Isoforms of the transcriptional coactivator PGC-1a determine the response to resistance training and endurance training. The PGC-1a4 isoform causes hypertrophy (an increase in muscle mass) in response to resistance training. In response to endurance training, the PGC-1a1 isoform causes mitochondrial biogenesis and increases fatty acid oxidation. Transcriptional activators influence gene expression (image to the right) by recruiting RNA polymerase and transcriptional factors.
Resistance training and endurance training cause visibly different effects on muscle tissue. Lifting weights, a typical example of resistance training, results in enlargement of the muscles, called hypertrophy. On the other hand cycling, an endurance activity, increases mitochondrial density in muscle, but does not generally enlarge the muscle. Endurance training relies on improvement in the cardiovascular system for a good portion of its effected increase in VO2 Max. The answer to why endurance training and resistance training lead to such different effects in muscle fibers can be found in an exciting study recently published in Cell (A PGC-1alpha Isoform Induced by Resistance training Regulates Skeletal Muscle Hypertrophy, 2012. Ruas JL, et al.).

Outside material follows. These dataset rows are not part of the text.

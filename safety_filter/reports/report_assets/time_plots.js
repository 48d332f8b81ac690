/* Zoom and pan for the time plots of a safety_filter replay report.
 *
 * Part of safety_filter (Apache-2.0). Reads the JSON block #sf-plot-data that
 * safety_filter/replay_report.py writes, draws each time chart with uPlot (inlined
 * before this script, MIT licence) and keeps every chart on one time window, so that a
 * moment can be looked at in position, velocity, torque, intervention and margin at once.
 *
 * Controls: drag across a chart to show that span; Shift+drag to pan; Ctrl+wheel to zoom
 * at the pointer; double-click, or the toolbar, for the whole trial. The
 * toolbar also zooms and pans in steps; the moments tables' buttons show 50 ms around a
 * moment; "#t=<from>,<to>" at the end of the address opens the page on that window [s].
 *
 * State for scripts and tests: window.safetyFilterPlots (view(), show(), reset(),
 * chartViews()) and the data-view-min / data-view-max attributes of #sf-time-plots.
 * Only when every chart is drawn does the page hide the static PNGs (class sf-js on
 * <html>); they stay for print and for browsers without scripts.
 */
(function () {
  'use strict';

  var dataNode = document.getElementById('sf-plot-data');
  var section = document.getElementById('sf-time-plots');
  if (!dataNode || !section || typeof uPlot === 'undefined') {
    return;  // no interactive data or no library: the static PNGs stay
  }
  var spec = JSON.parse(dataNode.textContent);

  // ------------------------------------------------------------------ data
  function decode(text, bytes) {
    var raw = atob(text);
    var buffer = new ArrayBuffer(raw.length);
    var octets = new Uint8Array(buffer);
    for (var i = 0; i < raw.length; i++) {
      octets[i] = raw.charCodeAt(i);
    }
    // Little-endian, as the page's writer stores them (so is every browser's platform).
    return bytes === 8 ? new Float64Array(buffer) : new Float32Array(buffer);
  }

  // uPlot's conventions for missing values: null breaks the line (an input gap, or a
  // value that does not exist), undefined is skipped over (the series has no sample at
  // this time because another series of the chart does). The writer encodes the first as
  // NaN and the second as +Infinity.
  function seriesValues(array) {
    var out = new Array(array.length);
    for (var i = 0; i < array.length; i++) {
      var v = array[i];
      out[i] = v === Infinity ? undefined : (v !== v ? null : v);
    }
    return out;
  }

  var bases = {};
  Object.keys(spec.bases).forEach(function (key) {
    bases[key] = Array.prototype.slice.call(decode(spec.bases[key], 8));
  });

  // ------------------------------------------------------------------ the shared window
  var full = {min: spec.range[0], max: spec.range[1]};
  var view = {min: full.min, max: full.max};
  var minSpan = spec.min_span_s;
  var charts = [];
  var applying = false;
  var label = document.getElementById('sf-view-label');

  function clamp(min, max) {
    var span = max - min;
    if (!(span >= minSpan)) {  // also catches NaN
      var centre = isFinite(min + max) ? 0.5 * (min + max) : 0.5 * (full.min + full.max);
      min = centre - 0.5 * minSpan;
      max = centre + 0.5 * minSpan;
      span = minSpan;
    }
    if (span >= full.max - full.min) {
      return {min: full.min, max: full.max};
    }
    if (min < full.min) {
      max += full.min - min;
      min = full.min;
    }
    if (max > full.max) {
      min -= max - full.max;
      max = full.max;
    }
    return {min: min, max: max};
  }

  function describe() {
    section.setAttribute('data-view-min', String(view.min));
    section.setAttribute('data-view-max', String(view.max));
    if (label) {
      var width = view.max - view.min;
      var whole = view.min <= full.min && view.max >= full.max;
      label.textContent = (whole ? 'whole trial: ' : 'showing ') + '+' +
        view.min.toFixed(4) + ' to +' + view.max.toFixed(4) + ' s (' +
        (width < 1 ? (1000 * width).toPrecision(3) + ' ms' : width.toPrecision(4) + ' s') +
        ')';
    }
  }

  // Puts every chart but `source` (the one the user just zoomed itself) on the window.
  function show(min, max, source) {
    var next = clamp(Number(min), Number(max));
    view.min = next.min;
    view.max = next.max;
    applying = true;
    try {
      charts.forEach(function (u) {
        // The chart the user zoomed has the window already, unless it was clamped.
        if (u !== source || u.scales.x.min !== next.min || u.scales.x.max !== next.max) {
          u.setScale('x', {min: next.min, max: next.max});
        }
      });
    } finally {
      applying = false;
    }
    describe();
    return {min: view.min, max: view.max};
  }

  function zoomAt(at, factor) {
    show(at - (at - view.min) * factor, at + (view.max - at) * factor);
  }

  function pan(fraction) {
    var shift = fraction * (view.max - view.min);
    show(view.min + shift, view.max + shift);
  }

  // ------------------------------------------------------------------ axes
  // Tick labels with as many decimals as the tick step needs (a 50 ms window has ticks
  // 2.5 ms apart: four decimals, not three rounded ones).
  function decimalsFor(step) {
    for (var d = 0; d < 9; d++) {
      var scaled = step * Math.pow(10, d);
      if (Math.abs(scaled - Math.round(scaled)) < 1e-6 * Math.max(1, scaled)) {
        return d;
      }
    }
    return 9;
  }

  function tickLabels(u, splits, axisIdx, space, step) {
    var d = decimalsFor(step || (splits.length > 1 ? splits[1] - splits[0] : 1));
    return splits.map(function (v) { return v == null ? '' : v.toFixed(d); });
  }

  // The y range: the data in view, and (unless "fit y to the data" is ticked) the chart's
  // limit lines, as in the PNGs, so that the distance to a limit stays in sight.
  var fitToData = false;
  function yRange(chart) {
    return function (u, dataMin, dataMax) {
      var low = dataMin;
      var high = dataMax;
      var haveData = low != null && high != null && isFinite(low) && isFinite(high);
      if (!fitToData || !haveData) {
        chart.series.forEach(function (s) {
          if (s.constant !== undefined) {
            low = low == null || !isFinite(low) ? s.constant : Math.min(low, s.constant);
            high = high == null || !isFinite(high) ? s.constant : Math.max(high, s.constant);
          }
        });
      }
      if (low == null || high == null || !isFinite(low) || !isFinite(high)) {
        return [0, 1];
      }
      return uPlot.rangeNum(low, high, 0.1, true);
    };
  }

  // ------------------------------------------------------------------ drawing helpers
  function clipToPlot(u, ctx) {
    var box = u.bbox;
    ctx.beginPath();
    ctx.rect(box.left, box.top, box.width, box.height);
    ctx.clip();
  }

  function drawBands(u, chart) {
    if (!chart.bands || !chart.bands.length) {
      return;
    }
    var ctx = u.ctx;
    var box = u.bbox;
    ctx.save();
    clipToPlot(u, ctx);
    ctx.globalAlpha = 0.25;
    chart.bands.forEach(function (band) {
      var left = u.valToPos(band[0], 'x', true);
      var right = u.valToPos(band[1], 'x', true);
      ctx.fillStyle = band[2];
      ctx.fillRect(left, box.top, Math.max(right - left, 1), box.height);
    });
    ctx.restore();
  }

  function drawOverlay(u, chart) {
    var ctx = u.ctx;
    var box = u.bbox;
    var ratio = window.devicePixelRatio || 1;
    ctx.save();
    clipToPlot(u, ctx);
    ctx.lineWidth = 1.2 * ratio;
    ctx.setLineDash([2 * ratio, 3 * ratio]);
    (spec.events || []).forEach(function (event) {
      var x = u.valToPos(event.t, 'x', true);
      ctx.strokeStyle = event.colour;
      ctx.beginPath();
      ctx.moveTo(x, box.top);
      ctx.lineTo(x, box.top + box.height);
      ctx.stroke();
    });
    ctx.setLineDash([]);
    (chart.marks || []).forEach(function (mark) {
      var x = u.valToPos(mark.t, 'x', true);
      var y = u.valToPos(mark.value, 'y', true);
      var size = 6 * ratio;
      var tip = mark.shape === 'down' ? size : -size;
      ctx.fillStyle = mark.colour;
      ctx.beginPath();
      ctx.moveTo(x, y);
      ctx.lineTo(x - size, y - tip * 1.6);
      ctx.lineTo(x + size, y - tip * 1.6);
      ctx.closePath();
      ctx.fill();
    });
    ctx.restore();
  }

  // ------------------------------------------------------------------ interaction
  function addInteraction(u) {
    // Shift+drag pans. The listener sits on the chart's root in the capture phase, so the
    // library's own drag-to-select never sees these presses.
    u.root.addEventListener('mousedown', function (e) {
      if (!e.shiftKey || e.button !== 0 || !u.over.contains(e.target)) {
        return;
      }
      e.stopPropagation();
      e.preventDefault();
      var startX = e.clientX;
      var start = {min: view.min, max: view.max};
      var perPixel = (start.max - start.min) / Math.max(u.over.clientWidth, 1);
      function move(ev) {
        var shift = -(ev.clientX - startX) * perPixel;
        show(start.min + shift, start.max + shift);
      }
      function up() {
        window.removeEventListener('mousemove', move, true);
        window.removeEventListener('mouseup', up, true);
      }
      window.addEventListener('mousemove', move, true);
      window.addEventListener('mouseup', up, true);
    }, true);
    // Ctrl+wheel zooms at the pointer (and keeps the browser from zooming the page); a
    // plain wheel keeps scrolling the page, which is long.
    u.over.addEventListener('wheel', function (e) {
      if (!(e.ctrlKey || e.metaKey)) {
        return;
      }
      e.preventDefault();
      var rect = u.over.getBoundingClientRect();
      var at = u.posToVal(e.clientX - rect.left, 'x');
      zoomAt(at, Math.pow(1.002, e.deltaY));
    }, {passive: false});
    u.over.addEventListener('dblclick', function (e) {
      e.preventDefault();
      show(full.min, full.max);
    });
  }

  // ------------------------------------------------------------------ charts
  function buildChart(holder, chart, isLast, width) {
    var x = bases[chart.base];
    var data = [x];
    var series = [{label: 'time [s]', value: function (u, v) {
      return v == null ? '-' : '+' + v.toFixed(4);
    }}];
    chart.series.forEach(function (s) {
      var values;
      if (s.constant !== undefined) {
        values = new Array(x.length).fill(s.constant);
      } else {
        values = seriesValues(decode(s.values, 4));
      }
      data.push(values);
      series.push({
        label: s.label,
        stroke: s.colour,
        width: s.width,
        dash: s.dash && s.dash.length ? s.dash : undefined,
        spanGaps: false,
        auto: s.constant === undefined,  // limit lines enter the y range through yRange
        points: {show: false},
        value: function (u, v) {
          return v == null ? '-' : Number(v).toPrecision(4);
        },
      });
    });
    var opts = {
      width: width,
      height: chart.height,
      scales: {x: {time: false}, y: {range: yRange(chart)}},
      series: series,
      axes: [
        {label: isLast ? spec.x_label : undefined, size: isLast ? 44 : 30,
         labelSize: 18, font: '11px sans-serif', labelFont: '12px sans-serif',
         values: tickLabels},
        {label: chart.y_label, size: 60, labelSize: 18, font: '11px sans-serif',
         labelFont: '12px sans-serif'},
      ],
      legend: {live: true},
      cursor: {
        sync: {key: 'sf-time', setSeries: false},
        drag: {x: true, y: false, setScale: true},
        // Double-click is ours (the whole trial on every chart), not the library's.
        bind: {dblclick: function () { return null; }},
      },
      hooks: {
        drawClear: [function (u) { drawBands(u, chart); }],
        draw: [function (u) { drawOverlay(u, chart); }],
        setScale: [function (u, key) {
          if (key === 'x' && !applying) {
            show(u.scales.x.min, u.scales.x.max, u);
          }
        }],
      },
    };
    var u = new uPlot(opts, data, holder);
    u.sfChart = chart;
    addInteraction(u);
    return u;
  }

  function figureWidth(container) {
    return Math.max(320, Math.floor(container.clientWidth || section.clientWidth || 900));
  }

  spec.figures.forEach(function (figure) {
    var container = document.getElementById('sf-live-' + figure.id);
    if (!container) {
      return;
    }
    container.hidden = false;
    var width = figureWidth(container);
    figure.charts.forEach(function (chart, index) {
      var holder = document.createElement('div');
      holder.className = 'sf-chart';
      holder.setAttribute('data-chart', chart.title);
      container.appendChild(holder);
      charts.push(buildChart(holder, chart, index === figure.charts.length - 1, width));
    });
  });

  var resizeTimer = null;
  window.addEventListener('resize', function () {
    clearTimeout(resizeTimer);
    resizeTimer = setTimeout(function () {
      charts.forEach(function (u) {
        var width = figureWidth(u.root.parentNode.parentNode);
        u.setSize({width: width, height: u.sfChart.height});
      });
    }, 150);
  });

  // ------------------------------------------------------------------ toolbar and links
  function on(id, handler) {
    var node = document.getElementById(id);
    if (node) {
      node.addEventListener('click', handler);
    }
  }
  on('sf-zoom-in', function () { zoomAt(0.5 * (view.min + view.max), 0.5); });
  on('sf-zoom-out', function () { zoomAt(0.5 * (view.min + view.max), 2.0); });
  on('sf-pan-left', function () { pan(-0.4); });
  on('sf-pan-right', function () { pan(0.4); });
  on('sf-whole', function () { show(full.min, full.max); });
  var fitBox = document.getElementById('sf-fit-y');
  if (fitBox) {
    fitBox.addEventListener('change', function () {
      fitToData = fitBox.checked;
      charts.forEach(function (u) {  // re-range every y axis on the same window
        u.setScale('x', {min: view.min, max: view.max});
      });
    });
  }
  Array.prototype.forEach.call(document.querySelectorAll('button.sf-moment'), function (b) {
    b.addEventListener('click', function () {
      var t = Number(b.getAttribute('data-t'));
      var half = Number(b.getAttribute('data-half-width')) || 0.025;
      show(t - half, t + half);
      section.scrollIntoView({block: 'start'});
    });
  });

  var asked = /(?:^#|&)t=([-+0-9.eE]+),([-+0-9.eE]+)/.exec(window.location.hash);
  if (asked) {
    show(Number(asked[1]), Number(asked[2]));
  } else {
    show(full.min, full.max);
  }

  window.safetyFilterPlots = {
    /** The shared window {min, max} [s from the start of the trial]. */
    view: function () { return {min: view.min, max: view.max}; },
    /** Show [min, max] on every chart (kept inside the trial); returns the window shown. */
    show: function (min, max) { return show(min, max); },
    /** Show the whole trial. */
    reset: function () { return show(full.min, full.max); },
    /** Each chart's own x range, as the library holds it (they agree when in step). */
    chartViews: function () {
      return charts.map(function (u) {
        return {chart: u.sfChart.title, min: u.scales.x.min, max: u.scales.x.max};
      });
    },
    full: {min: full.min, max: full.max},
  };
  document.documentElement.classList.add('sf-js');
})();
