"""The settings of a certification (:class:`CertifySettings`) and the names of its design
families.

A family is the class-K function of the position barriers (``alpha1``: ``linear``,
``sqrt``, ...), with velocity barriers of its own, or, with the suffix ``:lemma``, kept in
the velocity box by the velocity lemma alone (``docs/method.md``).
"""

from __future__ import annotations

from dataclasses import asdict, dataclass, field
from typing import Any

import numpy as np

from safety_filter.certification.dynamics_bounds import BoundSettings
from safety_filter.core.certificate import CONDITIONS, DEFAULT_OBSERVER_PERIODS
from safety_filter.core.class_k import ALPHA1_KINDS, ALPHA2_KINDS, ClassK
from safety_filter.core.robot_model import RobotModel
from safety_filter.errors import InvalidValue

LEMMA_SUFFIX = ':lemma'
# The slow design's velocity boxes by default [share of the rated speeds]: on both demo arms a
# motion at half the rated speeds then passes through it unchanged (a joint cruises there up to
# vS - delta / beta_v; docs/method.md, "The slow set").
DEFAULT_SLOW_BOX = 0.6


def split_family(name: str) -> tuple[str, bool]:
    """``(alpha1 kind, velocity barriers)`` of a family name (``'linear:lemma'``: none)."""
    if name.endswith(LEMMA_SUFFIX):
        return name[:-len(LEMMA_SUFFIX)], False
    return name, True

According to this paper, the answer is centered around the molecule PGC-1alpha. Over the past several years PGC-1alpha has generated excitement in the biomedical community for its influence across a wide variety of avenues, several of which have been discussed on this blog: PGc-1alpha reduces muscle wasting in ALS mice models, correlates with the reduction in muscle mass in cigarette smoking mice models, mediates fiber-type switching to type I fibers and is responsible for triggering brown fat production. PGC-1alpha is thought to be responsible for many of the adaptive changes in the muscle to endurance training. The transcriptional coactivator causes mitochondrial biogenesis (increase in mitochondria density results in an increase in aerobic energy production), angiogenesis (increase in blood capillaries within the muscle) and fatty acid oxidation (using fat for energy prolongs complete depletion of vital glycogen stores in the muscle). However, none of these aforementioned effects would increase anaerobic performance.
The authors found PGC-1alpha has four different isozymes through an alternate promoter (a gene promoter is where mRNA transcription machinery binds to the DNA) and alternate splicing (cutting up and piecing together the mRNA stand produced from the gene). They are named PGC-1alpha1, PGC-1alpha2, PGC-1alpha3 and PGC-1alpha4. PGC-1alpha1 is the isoform first discovered and was formerly known as simply PGC-1alpha. Of interest to the researchers was PGC-1alpha4 because it was found to increase Insulin Growth Factor-1 (IGF-1). IGF-1 has been found to induce hypertrophy. Because it increases muscle mass, IGF-1 has gained notoriety as a performance enhancing drug. In addition to increasing IGF-1 expression, PGC-1alpha4 was also found to decrease expression of myostatin, a potent negative regulator of muscle size. PGC-1alpha4 apparently accomplishes this by altering the chromatin structure of the IGF-1 and myostatin genes to respectively increase and decrease gene expression. A model of the PGC-1alpha isomers' exercise-mediated effects on the muscle is shown below.
The researchers measured the levels of PGC-alpha1 and PGC-alpha4 in humans. Muscle biopsies were taken out of humans before and after an endurance training protocol, resistance training protocol and both resistance training and endurance training protocol. It was found that the combination of endurance and resistance training led to the greatest increase in PGC-1alpha1 and PGC-1alpha4. All training protocols increased PGC-alpha1. Although the endurance training protocol did not increase PGC-1alpha4 in the human muscle biopsies, resistance training alone and both resistance and endurance training did increase PGC-alpha4 1.5 fold and 3 fold, respectively.
In mice, PGC-1alpha4 was found to cause hypertrophy relative to a GFP control. The increase in muscle mass was accompanied by increased force production in the muscle. In addition, muscle wasting was decreased in PGC-1alpha4 expressing mice during muscle disuse caused by hindlimb suspension. In addition, cachexia (severe muscle weakening) brought about by tumors introduced in muscle tissue was significantly curtailed in PGC-1alpha4 transgenic mice. The figure below demonstrates the PGC-1alpha4 induced muscle hypertrophy in mice gastrocnemius muscle cross sections.
PGC-1alpha4 has the potential to be a centerpiece of muscle therapy. Because PGC-1alpha4 modulates both IGF-1 and myostatin, it could in theory be used in place of IGF-1 and myostatin regulatory drugs currently in the pharmaceutical pipeline. Furthermore, PGC-1alpha4's potent effects on muscle hypertrophy and muscle force make it a practical marker of the effectiveness of a resistance training program. A resistance training program optimized for increasing muscle mass and force would generate a maximal rise in PGC-1alpha4 expression.
A future direction with this research is to determine the molecules that lead to transcription at the alternate PGC-1alpha gene promoter and cause alternate splicing to generate the four PGC-1alpha isoforms.